# oh oh, I just found out how my excel calculations are NOT including everything I need to calcualte my selling price.



## mctabish (Dec 24, 2022)

I have been using a basic formula of selling price = cost/(1-markup on selling price), but, I have found this is not really what I WANT to do as it does not include the cost of payment processing or the inbound shipping.
I like to have my item below RETAIL value by about 5-10 % and I am looking for a formual that would give me the propervalue, but ensure I am not losing money.


what I had been doing is  something similar to  max(20 / (1-.20)), (retail * .90, ), and then ensure I have a profit by using another field.
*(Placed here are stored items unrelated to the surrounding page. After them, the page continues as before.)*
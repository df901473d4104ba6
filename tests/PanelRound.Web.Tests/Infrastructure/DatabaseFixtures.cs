using Microsoft.Data.Sqlite;
using Npgsql;
using PanelRound.Data;
using Respawn;
using Respawn.Graph;

namespace PanelRound.Web.Tests.Infrastructure;

/// <summary>
/// One per provider collection: new databases on demand, and one shared host that every test
/// with the default settings uses in turn (the tests of a collection run one after another).
/// </summary>
public interface IDatabaseFixture
{
    DatabaseProvider Provider { get; }

    /// <summary>A connection string to a new, empty database (skips the test when the provider is unavailable outside CI).</summary>
    Task<string> NewDatabaseAsync();

    /// <summary>The provider's shared host with its database emptied, its clock at the real time and its outbox empty.</summary>
    Task<TestApp> SharedAppAsync();
}

/// <summary>The shared host and its reset; a subclass per provider says how to empty the database.</summary>
public abstract class DatabaseFixture : IDatabaseFixture, IAsyncLifetime
{
    /// <summary>
    /// Tables that survive a reset: the migration history (the schema stays) and the data-protection
    /// keys (the running host keeps its key ring in memory; cookies it issued stay readable).
    /// </summary>
    public static readonly string[] KeptTables = ["__EFMigrationsHistory", "DataProtectionKeys"];

    /// <summary>
    /// The shared host's settings beyond the defaults: failed sign-ins are never slowed (the
    /// slow-down waits on the app's clock, which stands still here; its own tests run on a host of
    /// their own with the real clock).
    /// </summary>
    private static readonly Dictionary<string, string?> SharedSettings = new() { ["StaffSignIn:FreeFailures"] = "1000000" };

    private TestApp? _shared;

    public abstract DatabaseProvider Provider { get; }

    public abstract Task<string> NewDatabaseAsync();

    public async Task<TestApp> SharedAppAsync()
    {
        if (_shared is null)
        {
            var app = new TestApp(Provider, await NewDatabaseAsync(), SharedSettings, clock: new TestClock());
            _ = app.Server;
            _shared = app;
        }
        else
        {
            await EmptyDatabaseAsync(_shared.ConnectionString);
            _shared.Clock!.Restart();
        }
        if (Directory.Exists(_shared.OutboxFolder))
        {
            Directory.Delete(_shared.OutboxFolder, recursive: true);
        }
        Directory.CreateDirectory(_shared.OutboxFolder);
        return _shared;
    }

    /// <summary>Deletes every row except those of <see cref="KeptTables"/>; identities start at 1 again, as in a new database.</summary>
    protected abstract Task EmptyDatabaseAsync(string connectionString);

    public Task InitializeAsync() => Task.CompletedTask;

    public virtual async Task DisposeAsync()
    {
        if (_shared is not null)
        {
            await _shared.DisposeAsync();
        }
    }
}

public sealed class SqliteFixture : DatabaseFixture
{
    private readonly string _folder = Path.Combine(Path.GetTempPath(), "panelround-tests-" + Guid.NewGuid().ToString("N")[..12]);

    public override DatabaseProvider Provider => DatabaseProvider.Sqlite;

    public override Task<string> NewDatabaseAsync()
    {
        Directory.CreateDirectory(_folder);
        return Task.FromResult($"Data Source={Path.Combine(_folder, Guid.NewGuid().ToString("N") + ".db")}");
    }

    /// <remarks>
    /// Implementation note: Respawn has no SQLite adapter; this does the same: foreign keys off on
    /// this connection (and on again before it returns to the pool the app shares), every table
    /// emptied in one transaction, and the AUTOINCREMENT counters dropped.
    /// </remarks>
    protected override async Task EmptyDatabaseAsync(string connectionString)
    {
        await using var conn = new SqliteConnection(connectionString);
        await conn.OpenAsync();
        var tables = new List<string>();
        await using (var list = conn.CreateCommand())
        {
            list.CommandText = "SELECT name FROM sqlite_master WHERE type = 'table' AND name NOT LIKE 'sqlite_%'";
            await using var reader = await list.ExecuteReaderAsync();
            while (await reader.ReadAsync())
            {
                var name = reader.GetString(0);
                if (!KeptTables.Contains(name, StringComparer.Ordinal))
                {
                    tables.Add(name);
                }
            }
        }
        var hasSequence = await ScalarAsync(conn, "SELECT count(*) FROM sqlite_master WHERE name = 'sqlite_sequence'") > 0;
        var sql = "PRAGMA foreign_keys = OFF; BEGIN; "
            + string.Concat(tables.Select(t => $"DELETE FROM \"{t}\"; "))
            + (hasSequence ? "DELETE FROM sqlite_sequence; " : "")
            + "COMMIT; PRAGMA foreign_keys = ON;";
        await using var empty = conn.CreateCommand();
        empty.CommandText = sql;
        await empty.ExecuteNonQueryAsync();
    }

    private static async Task<long> ScalarAsync(SqliteConnection conn, string sql)
    {
        await using var cmd = conn.CreateCommand();
        cmd.CommandText = sql;
        return (long)(await cmd.ExecuteScalarAsync())!;
    }

    public override async Task DisposeAsync()
    {
        await base.DisposeAsync();
        SqliteConnection.ClearAllPools();
        try
        {
            Directory.Delete(_folder, recursive: true);
        }
        catch (IOException)
        {
            // A file still open by a finaliser: the temp folder is cleaned by the system later.
        }
    }
}

public sealed class PostgresFixture : DatabaseFixture
{
    private Respawner? _respawner;

    public override DatabaseProvider Provider => DatabaseProvider.Postgres;

    public override async Task<string> NewDatabaseAsync()
    {
        var reason = PostgresServer.UnavailableReason();
        Skip.If(reason is not null && !PostgresServer.IsCi, reason);
        return await PostgresServer.CreateDatabaseAsync("prt");
    }

    protected override async Task EmptyDatabaseAsync(string connectionString)
    {
        await using var conn = new NpgsqlConnection(connectionString);
        await conn.OpenAsync();
        _respawner ??= await Respawner.CreateAsync(conn, new RespawnerOptions
        {
            DbAdapter = DbAdapter.Postgres,
            SchemasToInclude = ["public"],
            TablesToIgnore = KeptTables.Select(t => new Table(t)).ToArray(),
            WithReseed = true,
        });
        await _respawner.ResetAsync(conn);
    }
}

[CollectionDefinition(Name)]
public sealed class SqliteCollection : ICollectionFixture<SqliteFixture>
{
    public const string Name = "sqlite";
}

[CollectionDefinition(Name)]
public sealed class PostgresCollection : ICollectionFixture<PostgresFixture>
{
    public const string Name = "postgres";
}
But, now I railize that I have not been including all of my costs in the formula above!
Lets say I have WidgetA and it cost me $20. It weighs 3 lb,  and I pay (Paypal 3% or CC 2.7%)  And the item resells for $35
so for widgetA it would be
20 for wholesale cost, .60 for Paypal, for rough calc of shipping, I am using 1.35, so my shipping cost is 4.05 totalling  24.65  Then round up to the nearest nickel if need be)
Then based on the retail - 10%, the price would be 31.81 (I would round up to the nearest nickel, so we would call this 31.85If I sum up all my costs, then ad a 20% markup, I can sell it for 30.81



I am trying to figure out a formula that would do what I need t to, but give me the most attractive price for the customer but still have at least a 15% markup. I have curently this al broken down via columns (and manybe that is what I should do...).
But I am trying to figure out a way to ensure I enclude all costs, and have a profit, yet hopefully still be below retail...
Any suggestions would be welcome!

(This is a web site business)


Thanks in advance!


----------



## KillerOfGiants (Dec 26, 2022)

It is difficult to try to figure out your example, because the numbers don't line up. (I.e.: 10% off retail is 31.50, not sure where 31.81 is coming from).
But looking at your basic formula, have you considered just adding the payment fee and the shipping to the wholesale costs?
Something like this:
=MAX((WHSL+FEE+SHPNG)/(1-MKUP),(RETAIL*.9))


----------